Florida TaxWatch Applauds House Tax Cuts Proposal

By  //  March 24, 2015

House Plans to Cut $690 Million in Taxes

TALLAHASSEE, FLORIDA – Statement from Dominic M. Calabro, President and CEO of Florida TaxWatch, the independent, nonpartisan, nonprofit taxpayer research institute and government watchdog:

dominic-calabro-florida-taxwatch-180
Dominic M. Calabro, President and CEO of Florida TaxWatch

“Today, the Florida House Finance and Tax Committee unveiled their plans to cut Floridians’ taxes by $690 million this year. I commend the House leaders for their efforts to produce a broad-based tax cut package that will help save money for hardworking Florida families and the businesses that invest in our communities and provide jobs to our residents.

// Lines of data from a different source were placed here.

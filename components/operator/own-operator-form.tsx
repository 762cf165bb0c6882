"use client";

import { useRouter } from "next/navigation";
import { Button } from "@/components/ui/button";
import { Failure } from "@/components/ui/failure";
import { describedBy, Input, Question, Select } from "@/components/ui/field";
import { errorAt } from "@/components/ui/form-error";
import { OutcomeGlyph } from "@/components/ui/mark";
import { answersOf, useAct } from "@/components/ui/use-act";
import { withQuery } from "@/components/ui/query-link";
import type { OwnOperator } from "@/lib/notify/firm-rules";
import type { ActionState } from "@/lib/notify/result";
import { divisionWord, kindWord } from "./operator-words";

type Props = {
  /** The entry to change; null to make one. */ own: OwnOperator | null;
  act: (input: unknown) => Promise<ActionState<OwnOperator>>;
  /** Takes the entry out; absent while one is made. */ remove?: (input: unknown) => Promise<ActionState<unknown>>;
  readOnly?: boolean;
};

/** An operator that the register lacks, as the firm enters it. */
export function OwnOperatorForm({ own, act, remove, readOnly = false }: Props) {
  const router = useRouter();
  const { state, pending, run } = useAct(act, ({ id }) => {
    if (!own) router.push(withQuery(`/operators/${id}`));
  });
  const at = (name: string) => `own-${name}`;
  const described = (name: string, hint?: string) => describedBy(at(name), { hint, error: errorAt(state, name) });
  const twoDigits = "The first two digits of the supply number, when the list does not hold them.";
  const sourceHint = "Who told the firm, or what it read, with its date.";
  return (
    <form
      className="form"
      noValidate
      onSubmit={(event) => {
        event.preventDefault();
        run({ operatorId: own?.id, ...answersOf(event.currentTarget) });
      }}
    >
      <Failure state={state} idOf={at} />
      {state.status === "done" && (
        <p className="said" role="status">
          <OutcomeGlyph outcome="met" />
          Kept. Assessments made from now on name it as the firm’s own entry.
        </p>
      )}
      {!own && (
        <Question id={at("operatorId")} label="Distributor id" hint={twoDigits} error={errorAt(state, "operatorId")}>
          <Input
            id={at("operatorId")}
            name="operatorId"
            inputMode="numeric"
            maxLength={2}
            autoComplete="off"
            wrong={errorAt(state, "operatorId") !== null}
            aria-describedby={described("operatorId", twoDigits)}
          />
        </Question>
      )}
      <Question id={at("name")} label="Name" error={errorAt(state, "name")}>
        <Input
          id={at("name")}
          name="name"
          className="field--words"
          defaultValue={own?.name ?? ""}
          readOnly={readOnly}
          maxLength={120}
          wrong={errorAt(state, "name") !== null}
          aria-describedby={described("name")}
        />
      </Question>
      <div className="form__row">
        <Question id={at("kind")} label="Kind" error={errorAt(state, "kind")}>
          <Select id={at("kind")} name="kind" defaultValue={own?.kind ?? "idno"} disabled={readOnly}>
            <option value="idno">{kindWord.idno}</option>
            <option value="dno">{kindWord.dno}</option>
          </Select>
        </Question>
        <Question id={at("division")} label="Holidays of" error={errorAt(state, "division")}>
          <Select id={at("division")} name="division" defaultValue={own?.division ?? ""} disabled={readOnly}>
            <option value="">The part the site is in</option>
            {Object.entries(divisionWord)
              .filter(([division]) => division !== "northern-ireland")
              .map(([division, words]) => (
                <option key={division} value={division}>
                  {words}
                </option>
              ))}
          </Select>
        </Question>
      </div>
      <Question id={at("from")} label="For work from" error={errorAt(state, "from")}>
        <Input
          id={at("from")}
          name="from"
          type="date"
          defaultValue={own?.from ?? ""}
          readOnly={readOnly}
          wrong={errorAt(state, "from") !== null}
          aria-describedby={described("from")}
        />
      </Question>
      <Question id={at("source")} label="Source" hint={sourceHint} error={errorAt(state, "source")}>
        <Input
          id={at("source")}
          name="source"
          className="field--words"
          defaultValue={own?.source ?? ""}
          readOnly={readOnly}
          maxLength={200}
          wrong={errorAt(state, "source") !== null}
          aria-describedby={described("source", sourceHint)}
        />
      </Question>
      {!readOnly && (
        <div className="form__acts">
          <Button kind={own ? "outline" : "act"} type="submit" disabled={pending}>
            {own ? "Keep this entry" : "Enter this operator"}
          </Button>
          {own && remove && <RemoveOperator operatorId={own.id} act={remove} />}
        </div>
      )}
    </form>
  );
}

/** Takes an entry out that nothing uses; a refusal says what does. */
function RemoveOperator({ operatorId, act }: { operatorId: string; act: NonNullable<Props["remove"]> }) {
  const router = useRouter();
  const { state, pending, run } = useAct(act, () => router.push("/operators"));
  return (
    <>
      <Button kind="plain" disabled={pending} onClick={() => run({ operatorId })}>
        Take this entry out
      </Button>
      {state.status === "failed" && (
        <p className="q__error" role="alert">
          <OutcomeGlyph outcome="not-met" size={18} />
          {state.message}
        </p>
      )}
    </>
  );
}
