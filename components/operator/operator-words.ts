import type { OperatorRow } from "@/lib/notify/views";

export const kindWord: Record<OperatorRow["kind"], string> = {
  dno: "Distribution operator",
  idno: "Independent operator",
  ni: "Northern Ireland",
};

/** Whose bank holidays count, in words. */
export const divisionWord: Record<string, string> = {
  "england-and-wales": "England and Wales",
  scotland: "Scotland",
  "northern-ireland": "Northern Ireland",
};
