import type { OwnFigureName } from "@/lib/notify/firm-rules";

type Asked = { label: string; unit: string; inputMode: "numeric" | "decimal"; hint: string };

/** How each figure that a firm may set is asked for. */
export const askedFor: Record<OwnFigureName, Asked> = {
  noticeDays: {
    label: "Notice within",
    unit: "days",
    inputMode: "numeric",
    hint: "After installing; 0 for by the day of installing.",
  },
  asksFirstAboveA: {
    label: "Asked first above, at a dwelling",
    unit: "A",
    inputMode: "decimal",
    hint: "Demand after the work, a phase.",
  },
  assumesFuseA: {
    label: "Refits cut-outs with a fuse of",
    unit: "A",
    inputMode: "numeric",
    hint: "A carrier label alone is then no evidence, and the fact stays open.",
  },
  buriedSeparationM: {
    label: "Between buried electrodes",
    unit: "m",
    inputMode: "decimal",
    hint: "The distance this operator asks for.",
  },
};

/** Order on the page: what moves the day, what moves the route, then the earth. */
export const figureOrder: readonly OwnFigureName[] = [
  "noticeDays",
  "asksFirstAboveA",
  "assumesFuseA",
  "buriedSeparationM",
];
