import { readFileSync } from "node:fs";
import * as fc from "fast-check";
import { describe, expect, it } from "vitest";
import { logFrequencies, ResponseSweep } from "../../../core/analysis/response.ts";
import { buildBill } from "../../../core/drawer/bill.ts";
import { boardProblems } from "../../../core/drawer/board-problems.ts";
import { fillBoard, type FillOpts, type FillResult } from "../../../core/drawer/fill.ts";
import { boardRoles, filledProject, findRole, partFromStock } from "../../../core/drawer/roles.ts";
import { availableOf, type StockedLine } from "../../../core/drawer/stock.ts";
import { applyPatch } from "../../../core/model/patch.ts";
import type { Project } from "../../../core/model/project.ts";
import { restoreProject } from "../../../core/model/restore.ts";
import { resolveBoard, type Board } from "../../../core/net/board.ts";
import { compileBoard } from "../../../core/net/star.ts";
import { bandOf, oneBus } from "../../helpers/boards.ts";
import { fullDrawer, lineOf } from "../../helpers/drawer-lines.ts";

const DEMOS = ["curlew-pedal", "saltmarsh-voice-channel", "ferry-room-third-octaves"];
const demo = (name: string): Board => resolveBoard(restoreProject(readFileSync(new URL(`../../../assets/demo/${name}.bandwright`, import.meta.url), "utf8")).project);

function gainsOf(project: Project): Float64Array[] {
  const compiled = compileBoard(resolveBoard(project));
  const sweep = new ResponseSweep(compiled, logFrequencies(20, 20_000, 61));
  const alone = compiled.bands.map((_, i) => new Float64Array(compiled.bands.length).fill(0.5).with(i, 1));
  return [compiled.positions, ...alone].map((positions) => sweep.run(positions).gain.slice());
}

const targets = new WeakMap<Project, Float64Array[]>();

/** The stated measure, worked out afresh: mean square as it stands plus the mean over the bands' full-boost responses. */
function errorOf(project: Project, target: Project): number {
  if (!targets.has(target)) targets.set(target, gainsOf(target));
  const b = targets.get(target)!;
  const means = gainsOf(project).map((gain, s) => gain.reduce((sum, g, i) => sum + (g - b[s][i]) ** 2, 0) / gain.length);
  const [standing, ...boosts] = means;
  return standing + boosts.reduce((sum, m) => sum + m, 0) / boosts.length;
}

/** One or two gyrator bands with random values, ideal op amps, a slider off its middle. */
function smallBoard(values: readonly (readonly [seriesC: number, seriesR: number, gyratorC: number])[]): Board {
  return resolveBoard(oneBus(values.map(([seriesC, seriesR, gyratorC], i) => bandOf(`b${i}`, "gyrator-section", { seriesC: seriesC * 1e-9, seriesR, gyratorC: gyratorC * 1e-12, gyratorR: 68e3 }, { slider: { position: 0.7 } }))));
}

/** What fill minimises: the error, and 0.1·ln(value/wanted)² a role on top. */
function objective(project: Project, target: Project, names: readonly string[]): number {
  const [board, wanted] = [resolveBoard(project), resolveBoard(target)];
  return errorOf(project, target) + names.reduce((sum, name) => sum + 0.1 * Math.log(findRole(board, name)!.value! / findRole(wanted, name)!.value!) ** 2, 0);
}

/** Every way to fill the given roles within stock and ceiling: fewest empty roles first, then the least error. */
function bruteForce(board: Board, names: readonly string[], lines: readonly StockedLine[], opts: FillOpts): { readonly empty: number; readonly error: number } {
  const { units = 1, window = 0.2, ceiling } = opts;
  const roles = names.map((name) => findRole(board, name)!);
  const used = new Map<string, number>();
  let best = { empty: Infinity, error: Infinity };
  const visit = (at: number, project: Project, empty: number, spent: number): void => {
    if (empty > best.empty || (ceiling && spent > ceiling.amount + 1e-12)) return;
    if (at === roles.length) {
      const error = objective(project, board.project, names);
      if (empty < best.empty || error < best.error) best = { empty, error };
      return;
    }
    const role = roles[at];
    for (const line of lines) {
      if (line.kind !== role.kind || Math.abs(line.value! / role.value! - 1) > window + 1e-9) continue;
      if (((used.get(line.id) ?? 0) + 1) * units > availableOf(line)) continue;
      used.set(line.id, (used.get(line.id) ?? 0) + 1);
      const part = partFromStock(role.part!, line.value!, line.tolerance, line.id);
      visit(at + 1, filledProject(project, [{ role, filling: { part } }]), empty, spent + (line.prices[0]?.unitCost ?? 0));
      used.set(line.id, used.get(line.id)! - 1);
    }
    visit(at + 1, project, empty + 1, spent);
  };
  visit(0, board.project, 0, 0);
  return best;
}

function usage(result: FillResult): Map<string, number> {
  const counts = new Map<string, number>();
  for (const { line, role } of result.placed) if (role.kind !== "op-amp") counts.set(line.id, (counts.get(line.id) ?? 0) + 1);
  return counts;
}

const near = (value: number): fc.Arbitrary<number> => fc.integer({ min: -24, max: 24 }).map((p) => Number((value * (1 + p / 100)).toPrecision(4)));
const valuesArbitrary = fc.tuple(fc.integer({ min: 50, max: 400 }), fc.integer({ min: 300, max: 700 }), fc.integer({ min: 2000, max: 9000 }));
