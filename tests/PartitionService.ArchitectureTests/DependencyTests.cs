using System.Reflection;
using System.Text.RegularExpressions;
using System.Xml.Linq;
using PartitionService.Core.Equilibrium;

namespace PartitionService.ArchitectureTests;

/// <summary>Dependencies point one way: catalogue, thermodynamics, equilibrium; and no project looks back at one that builds on it.</summary>
public sealed class DependencyTests
{
    private static readonly Assembly Core = typeof(VesselCase).Assembly;

    private static readonly Dictionary<string, string[]> AllowedProjects = new()
    {
        ["PartitionService.Core"] = [],
        ["PartitionService.Contracts"] = [],
        ["PartitionService.Server"] = ["PartitionService.Core", "PartitionService.Contracts"],
        ["PartitionService.Client"] = ["PartitionService.Contracts"],
        ["PartitionService.Cli"] = ["PartitionService.Client", "PartitionService.Server", "PartitionService.Contracts"],
    };

    [Fact]
    public void Every_project_references_only_what_it_may()
    {
        var projects = Repository.Projects.ToArray();
        Assert.Contains(projects, p => p.EndsWith("PartitionService.Core.csproj", StringComparison.Ordinal));
        foreach (var project in projects)
        {
            var name = Path.GetFileNameWithoutExtension(project);
            Assert.True(AllowedProjects.ContainsKey(name), $"say in this test what {name} may reference");
            var referenced = XDocument.Load(project).Descendants("ProjectReference")
                .Select(r => Path.GetFileNameWithoutExtension(r.Attribute("Include")!.Value.Replace('\\', '/')));
            Assert.Empty(referenced.Except(AllowedProjects[name]));
        }
    }

    [Fact]
    public void The_core_references_no_transport_hosting_or_logging()
    {
        var names = Core.GetReferencedAssemblies().Select(a => a.Name!).ToArray();
        Assert.Contains("CsvHelper", names);
        Assert.DoesNotContain(
            names,
            name => Regex.IsMatch(name, "^(Grpc|Google|Microsoft|Serilog|PartitionService)\\.|^System\\.(Net|Console|IO\\.Pipes)|^Serilog$"));
    }

    [Theory]
    [InlineData("Catalogue", "Thermodynamics|Equilibrium")]
    [InlineData("Thermodynamics", "Equilibrium")]
    public void Sources_of_a_layer_name_no_layer_above(string layer, string above)
    {
        var sources = Repository.Sources($"src/PartitionService.Core/{layer}").ToArray();
        Assert.NotEmpty(sources);
        var pattern = new Regex($@"\b(PartitionService\.Core\.)?({above})\.[A-Z]|using PartitionService\.Core\.({above})\b");
        Assert.All(sources, file => Assert.DoesNotMatch(pattern, Code(file)));
    }

    [Theory]
    [InlineData("Catalogue", "Thermodynamics", "Equilibrium")]
    [InlineData("Thermodynamics", "Equilibrium")]
    public void Signatures_of_a_layer_show_no_type_of_a_layer_above(string layer, params string[] above)
    {
        const BindingFlags all = BindingFlags.Public | BindingFlags.NonPublic | BindingFlags.Instance | BindingFlags.Static | BindingFlags.DeclaredOnly;
        var types = Core.GetTypes().Where(t => In(t, layer)).ToArray();
        Assert.NotEmpty(types);
        var shown = types.SelectMany(t => t.GetMembers(all)).SelectMany(Shown).Concat(types.SelectMany(t => t.GetInterfaces()))
            .Concat(types.Select(t => t.BaseType).OfType<Type>()).SelectMany(Parts);
        Assert.DoesNotContain(shown, t => above.Any(name => In(t, name)));
    }

    private static bool In(Type type, string layer) =>
        type.Namespace is { } space && $"{space}.".StartsWith($"PartitionService.Core.{layer}.", StringComparison.Ordinal);

    private static IEnumerable<Type> Shown(MemberInfo member) => member switch
    {
        MethodInfo method => method.GetParameters().Select(p => p.ParameterType).Append(method.ReturnType),
        ConstructorInfo constructor => constructor.GetParameters().Select(p => p.ParameterType),
        FieldInfo field => [field.FieldType],
        PropertyInfo property => [property.PropertyType],
        _ => [],
    };

    private static IEnumerable<Type> Parts(Type type) =>
        type.GetGenericArguments().SelectMany(Parts).Append(type.HasElementType ? type.GetElementType()! : type);

    /// <summary>Text of a file without comments, so that documentation may point to any layer.</summary>
    private static string Code(string file) => Regex.Replace(File.ReadAllText(file), "//.*", "");
}
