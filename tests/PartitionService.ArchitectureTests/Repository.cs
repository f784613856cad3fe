namespace PartitionService.ArchitectureTests;

/// <summary>Files of the repository, found from the test's own folder upwards; build output is left out.</summary>
internal static class Repository
{
    private static readonly HashSet<string> Output = new(StringComparer.Ordinal)
    {
        "bin", "obj", ".git", ".vs", ".idea", "artifacts", "TestResults", "node_modules",
    };

    private static readonly HashSet<string> TextEndings = new(StringComparer.Ordinal)
    {
        ".cs", ".csproj", ".sln", ".props", ".targets", ".json", ".md", ".proto", ".yaml", ".yml", ".csv", ".txt", ".sh", ".editorconfig",
        ".gitattributes", ".gitignore", "",
    };

    public static string Root { get; } = FindRoot();

    public static IEnumerable<string> TopLevelNames => Directory.EnumerateFileSystemEntries(Root).Select(Path.GetFileName)
        .OfType<string>().Where(name => !Output.Contains(name) && !name.EndsWith(".user", StringComparison.Ordinal));

    public static IEnumerable<string> TextFiles => Files(Root).Where(file => TextEndings.Contains(Path.GetExtension(file)));

    public static IEnumerable<string> Sources(string folder) =>
        Files(Path.Combine(Root, folder)).Where(file => file.EndsWith(".cs", StringComparison.Ordinal));

    public static IEnumerable<string> Projects => Files(Path.Combine(Root, "src"))
        .Where(file => file.EndsWith(".csproj", StringComparison.Ordinal));

    public static string Relative(string file) => Path.GetRelativePath(Root, file).Replace('\\', '/');

    private static IEnumerable<string> Files(string folder) => Directory.EnumerateFiles(folder).Concat(
        Directory.EnumerateDirectories(folder).Where(d => !Output.Contains(Path.GetFileName(d))).SelectMany(Files));

    private static string FindRoot()
    {
        var folder = new DirectoryInfo(AppContext.BaseDirectory);
        while (folder is not null && !File.Exists(Path.Combine(folder.FullName, "PartitionService.sln")))
        {
            folder = folder.Parent;
        }

        return folder?.FullName ?? throw new InvalidOperationException("the tests run outside the repository");
    }
}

“The tax cut includes a $470 million reduction in the Communications Services Tax, which is levied on all cell phone, satellite and cable tv service, and nonresidential land lines in Florida. Florida TaxWatch has been recommending that this tax be reduced for several years finding that this would be the best way to provide broad based relief. This unfair and disproportionately high tax can be up to 16.29 percent in the Sunshine State, which far exceeds the highest state and local sales tax rate of 7.5 percent. By including this tax cut, supported by both Governor Rick Scott and the Florida Senate, nearly every Floridian will be able to keep more of their hard-earned money in their wallet.

Gov. Rick Scott
Gov. Rick Scott

“Florida TaxWatch also commends the House for including a reduction in the sales tax on commercial rents, which is unique to Florida, and an increased exemption for research and development in its tax package. These two taxes on business inputs hurt the competitiveness of Florida’s tax structure.

“The House’s tax cut package does not include another Florida TaxWatch recommendation that has been heard in committees that would make the sales tax exemption on manufacturing machinery and equipment permanent. However, since the current tax exemption doesn’t expire until 2017, House leaders mentioned that they hoped to include it in next year’s tax cut proposal.

florida-taxwatch-logo-180“While $690 million in tax relief is welcome news for Florida taxpayers, the Legislature could provide even more needed relief by collecting lawfully owed revenues from out-of-state retailers. Each year, Florida misses out on hundreds of millions of dollars in tax revenue due to a loophole that severely disadvantages Florida’s brick-and-mortar businesses. Penalizing the businesses that are investing in Florida’s communities hurts our economy and prevents the Legislature from increasing their investment in needed services, or further reducing taxes.”